* [Collected data entries]:
____________________

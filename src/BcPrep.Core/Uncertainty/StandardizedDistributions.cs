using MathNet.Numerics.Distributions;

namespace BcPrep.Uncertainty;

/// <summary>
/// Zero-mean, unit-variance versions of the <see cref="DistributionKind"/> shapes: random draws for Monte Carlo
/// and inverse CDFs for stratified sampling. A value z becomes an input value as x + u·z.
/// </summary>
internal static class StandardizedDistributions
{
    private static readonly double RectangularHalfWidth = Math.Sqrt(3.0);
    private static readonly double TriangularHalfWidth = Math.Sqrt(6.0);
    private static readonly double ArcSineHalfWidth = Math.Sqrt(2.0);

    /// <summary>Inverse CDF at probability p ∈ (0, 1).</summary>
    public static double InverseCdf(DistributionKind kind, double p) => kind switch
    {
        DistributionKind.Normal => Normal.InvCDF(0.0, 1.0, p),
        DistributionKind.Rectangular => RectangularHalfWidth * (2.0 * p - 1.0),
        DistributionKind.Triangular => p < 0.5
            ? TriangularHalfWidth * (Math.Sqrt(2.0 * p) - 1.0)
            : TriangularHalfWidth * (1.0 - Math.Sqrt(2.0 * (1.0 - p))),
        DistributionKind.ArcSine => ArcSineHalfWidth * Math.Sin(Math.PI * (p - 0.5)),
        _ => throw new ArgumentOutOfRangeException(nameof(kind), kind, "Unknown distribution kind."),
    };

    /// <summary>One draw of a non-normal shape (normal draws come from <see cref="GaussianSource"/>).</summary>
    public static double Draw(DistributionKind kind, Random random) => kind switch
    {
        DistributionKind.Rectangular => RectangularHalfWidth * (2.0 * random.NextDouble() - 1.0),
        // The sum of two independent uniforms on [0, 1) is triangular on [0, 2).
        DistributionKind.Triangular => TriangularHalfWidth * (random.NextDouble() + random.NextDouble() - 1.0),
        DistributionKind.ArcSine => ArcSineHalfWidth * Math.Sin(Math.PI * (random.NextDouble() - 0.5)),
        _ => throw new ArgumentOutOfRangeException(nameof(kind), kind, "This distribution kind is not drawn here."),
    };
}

____________________

When you reach the line containing "public static double Draw(DistributionKind" in the data above, start copying exactly, and stop after the line containing "DistributionKind.Triangular => TriangularHalfWidth".

    public static double Draw(DistributionKind kind, Random random) => kind switch
    {
        DistributionKind.Rectangular => RectangularHalfWidth * (2.0 * random.NextDouble() - 1.0),
        // The sum of two independent uniforms on [0, 1) is triangular on [0, 2).
        DistributionKind.Triangular => TriangularHalfWidth * (random.NextDouble() + random.NextDouble() - 1.0),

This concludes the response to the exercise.